Yes pandas/numpy calls C++ to do calculations efficiently, but the "glue" can still introduce significant slowdown relative to that when it's copying tens of gigabytes of dataframe unnecessarily between processes. Of course that slow part itself could also be moved to C++, but that's much more effort then just parallel mapping over the dataset in Python with no copying/multiprocessing, as will be possible with no-gil.
Bad code/quick hacks will always be slow (but can be great for prototypes), and sometimes it's worth planning how you're going to process something rather than piling on multiprocessing. Once you reach the point of multigigabyte IPC, it's worth spending the time doing it right.
Building libraries on a GIL-less Python would enable people to access that power without them all building it from scratch themselves.
GIL-less Python isn't magic pixie dust, the same group of users who have slow, poorly structured code are at best run into deadlocks. GIL-less Python can be used by well-designed libraries to achieve speedups, but that's not code written by the aforementioned pandas users, and speaking from experience, there's a lot more room for order of magnitude speedups from fixing quick hacks than running things in parallel, and usually it's a lot easier than managing multithreaded code.
> GIL-less Python can be used by well-designed libraries to achieve speedups, but that's not code written by the aforementioned pandas users

Yes, that's why having something like Pandas use it would be better than getting all users to write their own version.

If the libraries are thread safe can they not release the GIL to avoid copying.

I am pretty sure you are going to say there is a reason this cannot be done, would just like to know what it is!

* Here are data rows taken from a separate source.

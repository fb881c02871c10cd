import { z } from "zod";
import { commitAccess, requestActor } from "@/app/lib/access";
import { handle, parseInput, queryOf, RequestError } from "@/app/lib/http";
import { compareCommits } from "@/app/lib/review/diffs";

export const dynamic = "force-dynamic";

const tol = z.coerce.number().finite().nonnegative().optional();
const Query = z.object({
  from: z.string().min(1, "name the older commit"),
  to: z.string().min(1, "name the newer commit"),
  rel: tol,
  absCurrent: tol,
  absVoltage: tol,
  absProbe: tol,
  all: z.enum(["0", "1"]).optional(),
  limit: z.coerce.number().int().min(1).max(20_000).optional(),
});

/**
 * GET /api/compare?from=C1&to=C2[&rel=1e-6&absCurrent=1e-15&absVoltage=1e-6&absProbe=1e-15&all=1&limit=N]
 * (workspace.read): text diff and results diff of two commits of one network.
 * A commit in a workspace the actor is not a member of is 404, like an unknown one.
 */
export function GET(request: Request) {
  return handle(async () => {
    const q = parseInput(Query, queryOf(request));
    const actor = await requestActor(request);
    const { commit: a, network } = commitAccess(actor, "workspace.read", q.from);
    // The newer commit is checked on its own, so a commit of a workspace the actor is not in stays a 404.
    const { commit: b } = commitAccess(actor, "workspace.read", q.to);
    if (a.networkId !== b.networkId) throw new RequestError(422, "from and to must be commits of the same network");
    const tolerance = Object.fromEntries(
      Object.entries({ rel: q.rel, absCurrent: q.absCurrent, absVoltage: q.absVoltage, absProbe: q.absProbe }).filter(
        ([, v]) => v !== undefined,
      ),
    );
    const c = compareCommits(a.id, b.id, { tolerance, includeWithin: q.all === "1", limit: q.limit });
    return Response.json({ ...c, network: { id: network.id, slug: network.slug, name: network.name } });
  });
}
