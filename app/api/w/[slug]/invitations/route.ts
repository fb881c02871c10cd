import { requestActor, workspaceAccess } from "@/app/lib/access";
import { publicBaseUrl } from "@/app/lib/auth";
import { fresh, handle, readJson } from "@/app/lib/http";
import { inviteMember, inviteSchema, listPendingInvitations } from "@/app/lib/invitations";
import { MailError } from "@/app/lib/mail";

export const dynamic = "force-dynamic";

type Ctx = { params: Promise<{ slug: string }> };

/** GET /api/w/[slug]/invitations: pending invitations (owners). */
export function GET(req: Request, ctx: Ctx) {
  return handle(async () => {
    const { slug } = await ctx.params;
    const { workspace } = workspaceAccess(await requestActor(req), "workspace.manage", slug);
    return fresh({ invitations: listPendingInvitations(workspace.id) });
  });
}

/** POST /api/w/[slug]/invitations {email, role}: invites and e-mails the link (owners). 201; 503 when mail cannot be sent. */
export function POST(req: Request, ctx: Ctx) {
  return handle(async () => {
    const { slug } = await ctx.params;
    const { actor, workspace } = workspaceAccess(await requestActor(req), "workspace.manage", slug);
    const { email, role } = await readJson(req, inviteSchema);
    try {
      const invitation = await inviteMember({
        workspace,
        email,
        role,
        inviter: actor,
        baseUrl: publicBaseUrl(req.headers),
      });
      return fresh({ invitation }, { status: 201 });
    } catch (e) {
      if (e instanceof MailError) return Response.json({ error: e.message }, { status: 503 });
      throw e;
    }
  });
}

What libraries? If you're writing some pandas code and want to parallelise some part of your data pipeline, as far as I'm aware Pandas doesn't have much support for that, you need to manually use multiprocessing to process different parts of the dataframe on different threads. Yes there are pandas alternatives that claim to be a drop-in replacement with better parallelism support, but the more pandas features you use, the more likely you are to depend on something they don't support, meaning you need to rewrite some code to switch to them.
But that's such a small fraction of total Python use, that it cannot serve as a validation to make it the default.
It is a fraction of usage that is commercially important to people who fund a lot of Python development.
Aka a power grab for short-term gain.